Right now it’s Tuesday morning and I’m still right in what I would say is the worst part of recovery through a ‘self inflicted’ flare up. I really did a number on myself this weekend by knowingly going into a a situation that wouldn’t be very illness friendly as well as…completely ignoring all the signs and signals my body was giving me to slow down, turn in early or in any way act like I was a chronically ill person if it could be helped.
Now don’t take it the wrong way. It’s not like I went on a 3 day bender that would put fame seeking starlets to shame or anything. Mr. Mango and I attended his work place’s annual Christmas party and we had a boat load of fun like the rest of the young crowd there. A lot of these folks we only see once or twice a year and not only that, the venue did not disappoint!
For normal outings from grocery shopping, to trips with the kids, family get-togethers and even more ambitious trips like this past summer’s camping weekend, considering my health and different symptoms has become the “go to” concern when getting ready. While it was definitely a consideration this past weekend (we are far beyond being able to completely forget that I’m sick at this point), it wasn’t the focus.

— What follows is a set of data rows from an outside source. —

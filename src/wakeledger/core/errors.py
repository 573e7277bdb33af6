"""What can go wrong, in words a user can act on.

Every error that a wrong input causes is an `InputError`: it names the file, the place in it, what was found, what is
allowed and what to do, on one line. The command line prints that line and leaves with status 2.
"""

from __future__ import annotations

import difflib
from collections.abc import Iterable


class WakeledgerError(Exception):
    """Base of every error this package raises on purpose."""


class InputError(WakeledgerError, ValueError):
    """Something the user gave is wrong; nothing has been written.

    Parameters
    ----------
    found : str
        What was found, as a statement ("column 'Ux' is not in the file").
    file : str, optional
        The file it was found in.
    place : str, optional
        The place in the file: a key path, a line, a column.
    remedy : str, optional
        What is allowed and what to do about it.
    """

    def __init__(self, found: str, *, file: object = None, place: str | None = None, remedy: str | None = None) -> None:
        self.found = found
        self.file = None if file is None else str(file)
        self.place = place
        self.remedy = remedy
        super().__init__(self.line)

    @property
    def line(self) -> str:
        """The whole message on one line: file, place, what was found, remedy."""
        where = ", ".join(part for part in (self.file, self.place) if part)
        text = f"{where}: {self.found}" if where else self.found
        if self.remedy:
            text = f"{text.rstrip('.')}; {self.remedy}"
        return " ".join(text.split())

    def located(self, *, file: object = None, place: str | None = None) -> InputError:
        """The same error with the file or place filled in where it was still missing.

        Parameters
        ----------
        file, place : str, optional
            Used only where this error does not name its own.

        Returns
        -------
        InputError
            Of the same class as this one.
        """
        return type(self)(self.found, file=self.file or file, place=self.place or place, remedy=self.remedy)


class SurveyError(InputError):
    """The survey file itself is wrong: a key, a value, a unit."""


class DataError(InputError):
    """A data file, or what is in it, is wrong."""


class ProductExistsError(InputError):
    """A product is already there and must not be overwritten."""


class MissingPackageError(InputError):
    """The format was recognised, but the package that reads it is not installed."""


def nearest(word: str, allowed: Iterable[str]) -> str | None:
    """The allowed word closest to a mistyped one, or None.

    Parameters
    ----------
    word : str
        The word as given.
    allowed : iterable of str
        The words that would have been accepted.

    Returns
    -------
    str or None
        The closest match, None where none is close.

    Examples
    --------
    >>> nearest("sped", ["speed", "density"])
    'speed'
    """
    match = difflib.get_close_matches(word, list(allowed), n=1, cutoff=0.5)
    return match[0] if match else None
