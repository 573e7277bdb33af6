"""A line traverse as a labelled dataset: a plane of one column, or one row, whose places need not be evenly spaced."""

from __future__ import annotations

from typing import TYPE_CHECKING, Literal

import numpy as np
from numpy.typing import NDArray

from wakeledger.core.flags import cf_attributes
from wakeledger.core.grid import Array
from wakeledger.core.names import PLANE_VARIABLES, Variable, stamp

if TYPE_CHECKING:
    from collections.abc import Mapping

    import xarray as xr

#: Scalar coordinates of a traverse: the edges of its wake.
WINDOW_EDGES = {
    "wake_from": Variable("lower edge of the wake along the traverse", "m"),
    "wake_to": Variable("upper edge of the wake along the traverse", "m"),
}


def make_traverse(
    along: Literal["y", "z"],
    position: Array,
    profiles: Mapping[str, NDArray[np.generic]],
    *,
    wake: tuple[float, float],
    station: float = float("nan"),
) -> xr.Dataset:
    """Label the profiles of a traverse.

    Parameters
    ----------
    along : {"y", "z"}
        Along which axis the traverse runs.
    position : ndarray, shape (m,)
        Places in ascending order, m.
    profiles : mapping of str to ndarray, shape (m,)
        Arrays in SI by name (`wakeledger.core.names.PLANE_VARIABLES`).
    wake : (float, float)
        Where the wake begins and ends along the traverse, m.
    station : float
        Distance behind the trailing edge, m.

    Returns
    -------
    Dataset
        Dimensions (z, y) with one place across the traverse, at 0; scalar coordinates x, wake_from and wake_to.
    """
    import xarray as xr

    across = np.zeros(1)
    shape = (position.size, 1) if along == "z" else (1, position.size)
    coordinates = {
        "z": ("z", position if along == "z" else across),
        "y": ("y", position if along == "y" else across),
        "x": ((), float(station)),
        "wake_from": ((), float(wake[0])),
        "wake_to": ((), float(wake[1])),
    }
    dataset = xr.Dataset(coords=coordinates)
    for name, values in profiles.items():
        dataset[name] = stamp(xr.DataArray(np.asarray(values).reshape(shape), dims=("z", "y")), name)
    table = {**PLANE_VARIABLES, **WINDOW_EDGES}
    for name in coordinates:
        dataset.coords[name].attrs = stamp(dataset.coords[name], name, table=table).attrs
    if "flag" in dataset:
        dataset["flag"].attrs |= cf_attributes()
    return dataset


def axis_of(plane: xr.Dataset) -> Literal["y", "z"] | None:
    """Along which axis a traverse runs.

    Parameters
    ----------
    plane : Dataset
        With dimensions z and y.

    Returns
    -------
    {"y", "z"} or None
        None where it is a plane of more than one row and column.
    """
    if plane.sizes.get("y") == 1:
        return "z"
    return "y" if plane.sizes.get("z") == 1 else None
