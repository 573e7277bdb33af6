"""One number with its uncertainty and where it came from."""

from __future__ import annotations

import math
from collections.abc import Mapping
from dataclasses import dataclass, field
from types import MappingProxyType

from wakeledger.core.names import METHODS, ROWS


@dataclass(frozen=True)
class Estimate:
    """A row of the ledger as one published method sees it.

    Attributes
    ----------
    row : str
        Name of the row (`wakeledger.core.names.ROWS`).
    method : str
        Name of the method (`wakeledger.core.names.METHODS`).
    value : float
        The estimate, in the row's SI unit; NaN with a reason where it cannot be had.
    standard_uncertainty : float
        Standard uncertainty (k = 1) in the same unit; NaN means unknown, never zero.
    method_uncertainty : float
        The part that the method itself contributes (scatter between paths, choice of threshold), k = 1; it is contained
        in `standard_uncertainty` where that is known. Zero for methods without such a choice.
    expected_difference : float
        What this method is expected to read above the primary one at this station, same unit.
    reason : str or None
        Why the value or the uncertainty is unknown.
    terms : mapping of str to float
        Named parts and diagnostics.
    """

    row: str
    method: str
    value: float
    standard_uncertainty: float = math.nan
    method_uncertainty: float = 0.0
    expected_difference: float = 0.0
    reason: str | None = None
    terms: Mapping[str, float] = field(default_factory=lambda: MappingProxyType({}))

    def __post_init__(self) -> None:
        if self.row not in ROWS:
            raise ValueError(f"row {self.row!r} is unknown; known rows: {', '.join(ROWS)}")
        if self.method not in METHODS.get(self.row, ()):
            raise ValueError(f"{self.method!r} is no method of row {self.row!r}; its methods: {METHODS.get(self.row)}")
        if math.isnan(self.value) and not self.reason:
            raise ValueError(f"an unknown value of {self.row} needs a reason")

    @property
    def unit(self) -> str:
        """UDUNITS string of the row's unit."""
        return ROWS[self.row].unit
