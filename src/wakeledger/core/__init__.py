"""The vocabulary that every room shares."""
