def declared_noise(
    chain: Chain, nominal: Reduction, sources: Sequence[Source], layouts: Mapping[str, InputLayout], *, seed: int
) -> tuple[Noise, ...]:
    """Noise of v and w that the survey's random and per-row sources cause.

    Parameters
    ----------
    chain : Chain
        The survey.
    nominal : Reduction
        Its nominal reduction.
    sources, layouts
        As in Monte Carlo.
    seed : int
        The survey's seed.

    Returns
    -------
    tuple of Noise
        Sources that do not reach the crossflow are left out.
    """
    found = []
    wake = mask_at(nominal.region.mask, nominal.flow.grid, chain.points.y, chain.points.z)
    still = chain.state(nominal.reference)
    for source in sources:
        if source.effect == "systematic":
            continue
        if source.prefix and all(name.startswith(source.prefix) for name in source.applies_to):
            found += _of_empty_tunnel(chain, nominal, source, layouts, seed=seed)
            continue
        correlation = _correlation(source, chain)
        # A point beside a reflection plane carries the error of its twin: only drawn fields hold that.
        independent = correlation is not None and all(matrix is None for matrix in correlation)
        independent = independent and chain.gridding.mirror is None
        count = _DRAWS
        if independent:
            count = min(_DRAWS, max(_FEWEST_DRAWS, _MOST_ERRORS // chain.points.n))
        draws = SourceErrors(source, layouts, seed=seed).draw(0, count)
        states = [
            chain.state(nominal.reference, {name: array[k] for name, array in draws.items()}) for k in range(count)
        ]
        errors = np.stack([[state.v for state in states] - still.v, [state.w for state in states] - still.w])
        if not np.nanmax(np.abs(errors)) > 0:
            continue
        inner, outer = _mean_square(errors[:, :, wake]), _mean_square(errors)
        fields = None if independent else _on_grid(chain, errors)
        found.append(Noise(source.name, inner, outer, correlation or (None, None), fields))
    return tuple(found)


def _of_empty_tunnel(
    chain: Chain, nominal: Reduction, source: Source, layouts: Mapping[str, InputLayout], *, seed: int
) -> list[Noise]:
    """Noise that taking out the empty tunnel brings in, as drawn fields on the survey's own grid."""
    if chain.empty is None:
        return []
    grid, mask = nominal.flow.grid, nominal.region.mask
    _, v, w, _, _ = chain.empty.flow(nominal.reference, grid, {})
    draws = SourceErrors(source, layouts, seed=seed).draw(0, _DRAWS)
    fields = [
        chain.empty.flow(nominal.reference, grid, {name: array[k] for name, array in draws.items()})[1:3]
        for k in range(_DRAWS)
    ]
    errors = np.stack([[v - one[0] for one in fields], [w - one[1] for one in fields]])
    if not np.abs(errors).max() > 0:
        return []
    white = source.effect == "random" and source.correlation_length is None
    none = (None, None) if white else (np.eye(0), np.eye(0))
    inner, outer = _mean_square(errors[:, :, mask]), _mean_square(errors)
    return [Noise(source.name, inner, outer, none, errors, drawn=True)]
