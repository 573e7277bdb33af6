"""One number with its uncertainty and where it came from."""

from __future__ import annotations

import math
from collections.abc import Mapping
from dataclasses import dataclass, field
from types import MappingProxyType
from typing import TYPE_CHECKING

from wakeledger.core.names import METHODS, ROWS

if TYPE_CHECKING:
    import pandas as pd
    import xarray as xr


@dataclass(frozen=True)
class Estimate:
    """A row of the ledger as one published method sees it.

    Attributes
    ----------
    row : str
        Name of the row (`wakeledger.core.names.ROWS`).
    method : str
        Name of the method (`wakeledger.core.names.METHODS`).
    value : float
        The estimate, in the row's SI unit; NaN with a reason where it cannot be had.
    standard_uncertainty : float
        Standard uncertainty (k = 1) in the same unit; NaN means unknown, never zero.
    method_uncertainty : float
        The part that the method itself contributes (scatter between paths, choice of threshold), k = 1; it is contained
        in `standard_uncertainty` where that is known. Zero for methods without such a choice.
    expected_difference : float
        What this method is expected to read above the primary one at this station, same unit.
    reason : str or None
        Why the value or the uncertainty is unknown.
    terms : mapping of str to float
        Named parts and diagnostics.
    """

    row: str
    method: str
    value: float
    standard_uncertainty: float = math.nan
    method_uncertainty: float = 0.0
    expected_difference: float = 0.0
    reason: str | None = None
    terms: Mapping[str, float] = field(default_factory=lambda: MappingProxyType({}))

    def __post_init__(self) -> None:
        if self.row not in ROWS:
            raise ValueError(f"row {self.row!r} is unknown; known rows: {', '.join(ROWS)}")
        if self.method not in METHODS.get(self.row, ()):
            raise ValueError(f"{self.method!r} is no method of row {self.row!r}; its methods: {METHODS.get(self.row)}")
        if math.isnan(self.value) and not self.reason:
            raise ValueError(f"an unknown value of {self.row} needs a reason")

    @property
    def unit(self) -> str:
        """UDUNITS string of the row's unit."""
        return ROWS[self.row].unit

    def to_dataframe(self) -> pd.DataFrame:
        """The estimate as a table of one line.

        Returns
        -------
        DataFrame
            Indexed by the row's name; a column for each figure, one for the unit, and one for each of the terms.
        """
        import pandas as pd

        line = {"method": self.method, "unit": self.unit} | self._figures() | {"reason": self.reason} | dict(self.terms)
        return pd.DataFrame(line, index=pd.Index([self.row], name="row"))

    def to_dataset(self) -> xr.Dataset:
        """The estimate as a dataset of scalars.

        Returns
        -------
        Dataset
            Figures with their ``units``; terms under their own names; row, method and reason as attributes.
        """
        import xarray as xr

        figures = {name: ((), value, {"units": self.unit}) for name, value in self._figures().items()}
        terms = {name: ((), float(value)) for name, value in self.terms.items()}
        attributes = {"row": self.row, "method": self.method, "long_name": ROWS[self.row].long_name}
        return xr.Dataset(figures | terms, attrs=attributes | ({"reason": self.reason} if self.reason else {}))

    def _figures(self) -> dict[str, float]:
        names = ("value", "standard_uncertainty", "method_uncertainty", "expected_difference")
        return {name: float(getattr(self, name)) for name in names}

    def _repr_html_(self) -> str:
        html: str = self.to_dataframe().to_html(na_rep="–", float_format="{:.4g}".format)
        return html
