"""Rotations between the axes of a probe, or of a file, and the wind axes."""

from __future__ import annotations

import numpy as np
from numpy.typing import ArrayLike

from wakeledger.core.grid import Array


def rotation_matrix(pitch: ArrayLike, yaw: ArrayLike, roll: ArrayLike) -> Array:
    """Matrix that brings vector components from rotated axes to wind axes, wind = R @ rotated.

    Parameters
    ----------
    pitch, yaw, roll : float or array_like
        Angles by which the axes are rotated, rad, each of any shape that broadcasts with the others: yaw about z (nose
        to port), then pitch about y (nose up), then roll about x (counter-clockwise from behind), each about the
        already rotated axes and positive right-handed.

    Returns
    -------
    ndarray, shape (..., 3, 3)
        R = Rz(yaw) Ry(pitch) Rx(roll), x downstream, y starboard, z up. Its columns are the rotated axes in wind axes.

    Notes
    -----
    In a uniform stream (U, 0, 0) axes pitched nose up by t read an upwash of angle +t, axes yawed nose to port by t
    read a flow towards port, yaw angle -t.

    Examples
    --------
    >>> import numpy as np
    >>> in_probe_axes = rotation_matrix(np.radians(2.0), 0.0, 0.0).T @ [10.0, 0.0, 0.0]
    >>> round(float(np.degrees(np.arctan2(in_probe_axes[2], in_probe_axes[0]))), 12)
    2.0
    """
    pitch, yaw, roll = np.broadcast_arrays(np.asarray(pitch, float), np.asarray(yaw, float), np.asarray(roll, float))
    cp, sp = np.cos(pitch), np.sin(pitch)
    cy, sy = np.cos(yaw), np.sin(yaw)
    cr, sr = np.cos(roll), np.sin(roll)
    rows = (
        (cy * cp, cy * sp * sr - sy * cr, cy * sp * cr + sy * sr),
        (sy * cp, sy * sp * sr + cy * cr, sy * sp * cr - cy * sr),
        (-sp, cp * sr, cp * cr),
    )
    return np.stack([np.stack(row, axis=-1) for row in rows], axis=-2)
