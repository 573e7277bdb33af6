"""Quality flags of the plane's cells, defined once and stored as CF flag masks."""

from __future__ import annotations

from enum import IntFlag

import numpy as np
from numpy.typing import NDArray


class Flag(IntFlag):
    """What is known of one cell of the plane; a cell without any flag was measured and used as it stands."""

    MISSING = 1
    """No usable measurement; the value is filled from its neighbours."""
    AVERAGED = 2
    """Mean of several points measured at the same place."""
    INTERPOLATED = 4
    """Interpolated from points that lie elsewhere (scattered or non-uniform positions)."""
    FAR_FROM_DATA = 8
    """Further from any measured point than the data's own spacing allows; not trusted."""
    OUT_OF_RANGE = 16
    """Outside the probe's calibrated range."""
    NON_PHYSICAL = 32
    """No real flow state (total pressure below static, no real velocity); treated as missing."""


def decode(flags: NDArray[np.integer]) -> dict[str, int]:
    """Count how many cells carry each flag.

    Parameters
    ----------
    flags : ndarray of int
        Flag values.

    Returns
    -------
    dict of str to int
        Number of cells by flag name in lower case; every flag is listed.

    Examples
    --------
    >>> decode(np.array([0, 1, 5]))["missing"]
    2
    """
    values = np.asarray(flags)
    return {str(flag.name).lower(): int(np.count_nonzero(values & flag.value)) for flag in Flag}


def cf_attributes() -> dict[str, object]:
    """Attributes that make a flag variable readable to CF tools.

    Returns
    -------
    dict
        ``flag_masks`` and ``flag_meanings``.
    """
    return {
        "flag_masks": np.array([flag.value for flag in Flag], dtype=np.int32),
        "flag_meanings": " ".join(str(flag.name).lower() for flag in Flag),
    }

The focus was being a 29 and 32 year old child-free-for-the-night couple out in the big city enjoying getting all dressed up and feeling special. Mr. Mango wore a suit and even tied his own tie (I don’t think he has a use for me any more!) and I curled my hair and put on my 4 inch heels (with some fabulous new insoles…as well as a pair of flats in the car). I didn’t want to feel sick, I didn’t want to look sick. Yes I knew there would be consequences and no I didn’t (want to) care.
I can’t even begin to explain how amazing it was. The polar bears were so magnificent and extremely active. The seals were super playful and we found out they thought my purse was a fish, which made playing keep away endlessly entertaining. Pictures don’t really do it justice, to be honest we were too busy having fun to worry about taking the greatest ones.
I was so busy enjoying the venue and catching up with so many people I hadn’t seen since last years party I completely missed dinner (I was correct in my last post in assuming it was a surprise unique food station situation, no real sit down meal). Which is great when solid food gives you all sorts of digestive trouble….but not so great after several people have bought you cocktails…
It wasn’t my first mistake of the night or my last. That was forgetting to take my evening medication before we left the hotel…and then again forgetting to take them when we got back. I could say that this was the biggie that ensured a difficult morning after and it’s probably partially true but really Saturday night was the first time in over a year any sort of forgetting about my illness and how much it takes over my life has happened. It’s not an easy thing to do and it took a boat load (or a tank full) of distraction to do it.
After it was all over though, reality hit hard. Not only had I screwed myself out of having my pain medication in my system but both my antimalarial and my stomach protectant were also in the batch I hadn’t taken. While I’m pretty sure I could have passed it off to any unsuspecting bystander as just an uber-difficult hangover…this simply was not/ is not the case.Sunday was a difficult day and honestly there were a couple times were were quite worried that having a couple drinks without dinner or my meds caused more harm than I could recover from on my own or that putting the effort into curling my hair really did dislocate my shoulder.
Two more days later and like I said I’m still in the thick of it. Recovering from having a ‘carefree’ night out. I haven’t seen my doctor yet, which is a little bit of a concern to the Mr., but with the epic heavy snowfall we are receiving, the local ER is packed and appointments are emergency only and since I’m not dead nor dying…. I can wait.
I’m going to get the same story about my gut anyways, we can’t tell or do anything new until I get the scopes….which we’re waiting for a response from the Gastro Guy for. As for my shoulder, if it doesn’t improve, it will be added with my hand as another X-ray to be sent to the rheumatologist and it’ll get taped up. Until then, hot/cold and rest. Lots and lots of rest.
Was it a mistake to go all out and ignore (as much as I really can at this point) being ill? I don’t think so. With how rapidly some of my symptoms have progressed over the last year/months this may be my last big even where that’s even a possibility. Are there consequences…well yea, but soon enough the option to wear heels or do my hair or have a cocktail or two won’t even be there. Taking a once in a blue moon opportunity to enjoy it while I can… I don’t think that’s a mistake.
Do I have any regrets? Yes! That we didn’t ask anyone to take a great photo of Mr. Mango and I together. Yet another day/event goes by where we were too busy taking pictures of each other or of others we totally skipped that part and no one offered. Sure I could say I regret not taking my medication (duh) or that maybe I could have stuck with some Shirley Temples or at least attempted to find where the dinner was but the reality when you’re a healthy ‘normal’ person is you don’t have to worry about things like that to such a great extent. Maybe that’s all part of why I felt like my illness didn’t play a part in the night. I wouldn’t want to give that up.